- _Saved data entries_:

- - - -

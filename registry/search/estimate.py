"""A first estimate of a new compound's barrier from its nearest measured neighbours.

Similarity is the Tanimoto coefficient of Morgan fingerprints (radius 2, 2048 bits; Rogers &
Hahn, J. Chem. Inf. Model. 2010) — the one :mod:`.similarity` uses for ``find --similar``, so
the neighbours an estimate names are the compounds such a search returns. Each neighbour's
barrier is the median of its measured ΔG‡ values (clean ones: a flagged value is left out, as in
every aggregate; computed barriers are not measurements); the estimate is their mean weighted by
similarity cubed, so that a close analogue counts far more than a distant one, and its spread
is the weighted standard deviation of the neighbours' barriers around it. It is a planning
number: a structural neighbour's barrier, not a prediction with a model behind it.
"""

from __future__ import annotations

import math
import statistics
from collections.abc import Sequence
from dataclasses import dataclass, field
from typing import Any

from registry.errors import UsageError
from registry.storage.database import Database

#: how strongly similarity weights a neighbour (w = similarity ** WEIGHT_POWER)
WEIGHT_POWER = 3
#: a nearest neighbour less similar than this makes the estimate "rough"
CLOSE_SIMILARITY = 0.5


@dataclass(frozen=True)
class Neighbour:
    """One measured compound near the query, with the barrier it contributes."""

    compound_id: int
    compound: str
    smiles: str | None
    similarity: float
    dg_kj_mol: float
    measurements: int
    temperatures_k: tuple[float, ...]
    methods: tuple[str, ...]
    processes: tuple[str, ...]

    def to_dict(self) -> dict[str, Any]:
        return {
            "compound_id": self.compound_id,
            "compound": self.compound,
            "smiles": self.smiles,
            "similarity": self.similarity,
            "dg_kj_mol": self.dg_kj_mol,
            "measurements": self.measurements,
            "temperatures_K": list(self.temperatures_k),
            "methods": list(self.methods),
            "processes": list(self.processes),
        }


@dataclass(frozen=True)
class Estimate:
    """The neighbours and the barrier they suggest (None when there are none)."""

    smiles: str
    neighbours: tuple[Neighbour, ...]
    dg_kj_mol: float | None
    spread_kj_mol: float | None
    already_measured: tuple[int, ...] = ()
    notes: tuple[str, ...] = field(default=())

    def to_dict(self) -> dict[str, Any]:
        return {
            "smiles": self.smiles,
            "dg_kj_mol": self.dg_kj_mol,
            "spread_kj_mol": self.spread_kj_mol,
            "similarity": f"Tanimoto, Morgan radius 2, 2048 bits; weights similarity^{WEIGHT_POWER}",
            "neighbours": [n.to_dict() for n in self.neighbours],
            "already_measured": list(self.already_measured),
            "notes": list(self.notes),
        }


def estimate(
    database: Database,
    smiles: str,
    *,
    process: str | None = None,
    motif_ids: Sequence[int] | None = None,
    neighbours: int = 5,
    min_similarity: float = 0.3,
    include_flagged: bool = False,
    exclude_ids: Sequence[int] = (),
) -> Estimate:
    """The ``neighbours`` most similar measured compounds (of ``process``, and among
    ``motif_ids`` when given) and their similarity-weighted barrier.

    ``exclude_ids`` are compounds left out (a leave-one-out benchmark leaves out the compound
    itself); a compound with the query's own structure is never a neighbour, and is named."""
    from registry.record.chem import read_structure
    from registry.search.engine import find
    from registry.search.filters import make_filters

    if neighbours < 1:
        raise UsageError(f"neighbours {neighbours}: give a whole number from 1")
    if not 0.0 < min_similarity <= 1.0:
        raise UsageError(f"min_similarity {min_similarity}: give a number in (0, 1]")
    own_key = read_structure(smiles).inchikey
    filters = make_filters(process=process, flagged=None if include_flagged else False)
    found = find(database, similar=smiles, min_similarity=min_similarity, filters=filters)
    wanted = None if motif_ids is None else set(motif_ids)
    skip = set(exclude_ids)
    by_compound: dict[int, list[dict[str, Any]]] = {}
    for row in found.rows:
        usable = row["dg_kj_mol"] is not None and row["method"] != "computed"
        cid = row["compound_id"]
        if usable and cid not in skip and (wanted is None or cid in wanted):
            by_compound.setdefault(cid, []).append(row)
    same = _same_structure(database, list(by_compound), own_key)
    chosen = sorted(
        (_neighbour(rows) for cid, rows in by_compound.items() if cid not in same),
        key=lambda n: (-n.similarity, n.compound_id),
    )[:neighbours]
    already = tuple(sorted(r["id"] for cid in same for r in by_compound[cid]))
    return _weighted(smiles, chosen, already, min_similarity, process)


def _neighbour(rows: list[dict[str, Any]]) -> Neighbour:
    first = rows[0]
    return Neighbour(
        compound_id=int(first["compound_id"]),
        compound=first["compound"] or first["compound_name"] or f"compound {first['compound_id']}",
        smiles=first["smiles"],
        similarity=float(first["similarity"]),
        dg_kj_mol=float(statistics.median(r["dg_kj_mol"] for r in rows)),
        measurements=len(rows),
        temperatures_k=tuple(sorted({float(r["dg_t_k"]) for r in rows if r["dg_t_k"]})),
        methods=tuple(sorted({r["method"] for r in rows if r["method"]})),
        processes=tuple(sorted({r["process"] for r in rows if r["process"]})),
    )


def _same_structure(database: Database, ids: list[int], inchikey: str | None) -> set[int]:
    """The compounds among ``ids`` with the query's own structure (same InChIKey)."""
    if not ids or not inchikey:
        return set()
    with database.read() as conn:
        rows = conn.rows_where_in(
            "SELECT id, inchikey FROM compound WHERE 1 = 1", "id", ids, {}
        )  # fmt: skip
    return {int(cid) for cid, key in rows if key == inchikey}


def _weighted(
    smiles: str,
    chosen: list[Neighbour],
    already: tuple[int, ...],
    min_similarity: float,
    process: str | None,
) -> Estimate:
    notes: list[str] = []
    if already:
        ids = ", ".join(str(i) for i in already)
        notes.append(f"this structure is already measured (measurement {ids}); left out here")
    if not chosen:
        where = f" of process {process}" if process else ""
        notes.append(
            f"no measured compound{where} is at least {min_similarity:g} similar: no estimate"
        )
        return Estimate(smiles, (), None, None, already, tuple(notes))
    weights = [n.similarity**WEIGHT_POWER for n in chosen]
    total = sum(weights)
    mean = sum(w * n.dg_kj_mol for w, n in zip(weights, chosen, strict=True)) / total
    spread = None
    if len(chosen) > 1:
        var = sum(w * (n.dg_kj_mol - mean) ** 2 for w, n in zip(weights, chosen, strict=True))
        spread = math.sqrt(var / total)
    else:
        notes.append("one neighbour only: no spread")
    if chosen[0].similarity < CLOSE_SIMILARITY:
        notes.append(
            f"the nearest neighbour is only {chosen[0].similarity:.2f} similar: a rough estimate"
        )
    temps = sorted({t for n in chosen for t in n.temperatures_k})
    if temps and temps[-1] - temps[0] > 40:
        notes.append(
            f"the neighbours' ΔG‡ were measured between {temps[0]:.0f} and {temps[-1]:.0f} K; "
            "a barrier with a large ΔS‡ moves with temperature"
        )
    return Estimate(smiles, tuple(chosen), mean, spread, already, tuple(notes))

- - - -

- _Exercise instructions_: Please print the data above exactly as it appears.

- _Reply_:
filename registry/search/estimate.py
"""A first estimate of a new compound's barrier from its nearest measured neighbours.

Similarity is the Tanimoto coefficient of Morgan fingerprints (radius 2, 2048 bits; Rogers &
Hahn, J. Chem. Inf. Model. 2010) — the one :mod:`.similarity` uses for ``find --similar``, so
the neighbours an estimate names are the compounds such a search returns. Each neighbour's
barrier is the median of its measured ΔG‡ values (clean ones: a flagged value is left out, as in
every aggregate; computed barriers are not measurements); the estimate is their mean weighted by
similarity cubed, so that a close analogue counts far more than a distant one, and its spread
is the weighted standard deviation of the neighbours' barriers around it. It is a planning
number: a structural neighbour's barrier, not a prediction with a model behind it.
"""

from __future__ import annotations

import math
import statistics
from collections.abc import Sequence
from dataclasses import dataclass, field
from typing import Any

from registry.errors import UsageError
from registry.storage.database import Database

#: how strongly similarity weights a neighbour (w = similarity ** WEIGHT_POWER)
WEIGHT_POWER = 3
#: a nearest neighbour less similar than this makes the estimate "rough"
CLOSE_SIMILARITY = 0.5


@dataclass(frozen=True)
class Neighbour:
    """One measured compound near the query, with the barrier it contributes."""

    compound_id: int
    compound: str
    smiles: str | None
    similarity: float
    dg_kj_mol: float
    measurements: int
    temperatures_k: tuple[float, ...]
    methods: tuple[str, ...]
    processes: tuple[str, ...]

    def to_dict(self) -> dict[str, Any]:
        return {
            "compound_id": self.compound_id,
            "compound": self.compound,
            "smiles": self.smiles,
            "similarity": self.similarity,
            "dg_kj_mol": self.dg_kj_mol,
            "measurements": self.measurements,
            "temperatures_K": list(self.temperatures_k),
            "methods": list(self.methods),
            "processes": list(self.processes),
        }


@dataclass(frozen=True)
class Estimate:
    """The neighbours and the barrier they suggest (None when there are none)."""

    smiles: str
    neighbours: tuple[Neighbour, ...]
    dg_kj_mol: float | None
    spread_kj_mol: float | None
    already_measured: tuple[int, ...] = ()
    notes: tuple[str, ...] = field(default=())

    def to_dict(self) -> dict[str, Any]:
        return {
            "smiles": self.smiles,
            "dg_kj_mol": self.dg_kj_mol,
            "spread_kj_mol": self.spread_kj_mol,
            "similarity": f"Tanimoto, Morgan radius 2, 2048 bits; weights similarity^{WEIGHT_POWER}",
            "neighbours": [n.to_dict() for n in self.neighbours],
            "already_measured": list(self.already_measured),
            "notes": list(self.notes),
        }


def estimate(
    database: Database,
    smiles: str,
    *,
    process: str | None = None,
    motif_ids: Sequence[int] | None = None,
    neighbours: int = 5,
    min_similarity: float = 0.3,
    include_flagged: bool = False,
    exclude_ids: Sequence[int] = (),
) -> Estimate:
    """The ``neighbours`` most similar measured compounds (of ``process``, and among
    ``motif_ids`` when given) and their similarity-weighted barrier.

    ``exclude_ids`` are compounds left out (a leave-one-out benchmark leaves out the compound
    itself); a compound with the query's own structure is never a neighbour, and is named."""
    from registry.record.chem import read_structure
    from registry.search.engine import find
    from registry.search.filters import make_filters

    if neighbours < 1:
        raise UsageError(f"neighbours {neighbours}: give a whole number from 1")
    if not 0.0 < min_similarity <= 1.0:
        raise UsageError(f"min_similarity {min_similarity}: give a number in (0, 1]")
    own_key = read_structure(smiles).inchikey
    filters = make_filters(process=process, flagged=None if include_flagged else False)
    found = find(database, similar=smiles, min_similarity=min_similarity, filters=filters)
    wanted = None if motif_ids is None else set(motif_ids)
    skip = set(exclude_ids)
    by_compound: dict[int, list[dict[str, Any]]] = {}
    for row in found.rows:
        usable = row["dg_kj_mol"] is not None and row["method"] != "computed"
        cid = row["compound_id"]
        if usable and cid not in skip and (wanted is None or cid in wanted):
            by_compound.setdefault(cid, []).append(row)
    same = _same_structure(database, list(by_compound), own_key)
    chosen = sorted(
        (_neighbour(rows) for cid, rows in by_compound.items() if cid not in same),
        key=lambda n: (-n.similarity, n.compound_id),
    )[:neighbours]
    already = tuple(sorted(r["id"] for cid in same for r in by_compound[cid]))
    return _weighted(smiles, chosen, already, min_similarity, process)


def _neighbour(rows: list[dict[str, Any]]) -> Neighbour:
    first = rows[0]
    return Neighbour(
        compound_id=int(first["compound_id"]),
        compound=first["compound"] or first["compound_name"] or f"compound {first['compound_id']}",
        smiles=first["smiles"],
        similarity=float(first["similarity"]),
        dg_kj_mol=float(statistics.median(r["dg_kj_mol"] for r in rows)),
        measurements=len(rows),
        temperatures_k=tuple(sorted({float(r["dg_t_k"]) for r in rows if r["dg_t_k"]})),
        methods=tuple(sorted({r["method"] for r in rows if r["method"]})),
        processes=tuple(sorted({r["process"] for r in rows if r["process"]})),
    )


def _same_structure(database: Database, ids: list[int], inchikey: str | None) -> set[int]:
    """The compounds among ``ids`` with the query's own structure (same InChIKey)."""
    if not ids or not inchikey:
        return set()
    with database.read() as conn:
        rows = conn.rows_where_in(
            "SELECT id, inchikey FROM compound WHERE 1 = 1", "id", ids, {}
        )  # fmt: skip
    return {int(cid) for cid, key in rows if key == inchikey}


def _weighted(
    smiles: str,
    chosen: list[Neighbour],
    already: tuple[int, ...],
    min_similarity: float,
    process: str | None,
) -> Estimate:
    notes: list[str] = []
    if already:
        ids = ", ".join(str(i) for i in already)
        notes.append(f"this structure is already measured (measurement {ids}); left out here")
    if not chosen:
        where = f" of process {process}" if process else ""
        notes.append(
            f"no measured compound{where} is at least {min_similarity:g} similar: no estimate"
        )
        return Estimate(smiles, (), None, None, already, tuple(notes))
    weights = [n.similarity**WEIGHT_POWER for n in chosen]
    total = sum(weights)
    mean = sum(w * n.dg_kj_mol for w, n in zip(weights, chosen, strict=True)) / total
    spread = None
    if len(chosen) > 1:
        var = sum(w * (n.dg_kj_mol - mean) ** 2 for w, n in zip(weights, chosen, strict=True))
        spread = math.sqrt(var / total)
    else:
        notes.append("one neighbour only: no spread")
    if chosen[0].similarity < CLOSE_SIMILARITY:
        notes.append(
            f"the nearest neighbour is only {chosen[0].similarity:.2f} similar: a rough estimate"
        )
    temps = sorted({t for n in chosen for t in n.temperatures_k})
    if temps and temps[-1] - temps[0] > 40:
        notes.append(
            f"the neighbours' ΔG‡ were measured between {temps[0]:.0f} and {temps[-1]:.0f} K; "
            "a barrier with a large ΔS‡ moves with temperature"
        )
    return Estimate(smiles, tuple(chosen), mean, spread, already, tuple(notes))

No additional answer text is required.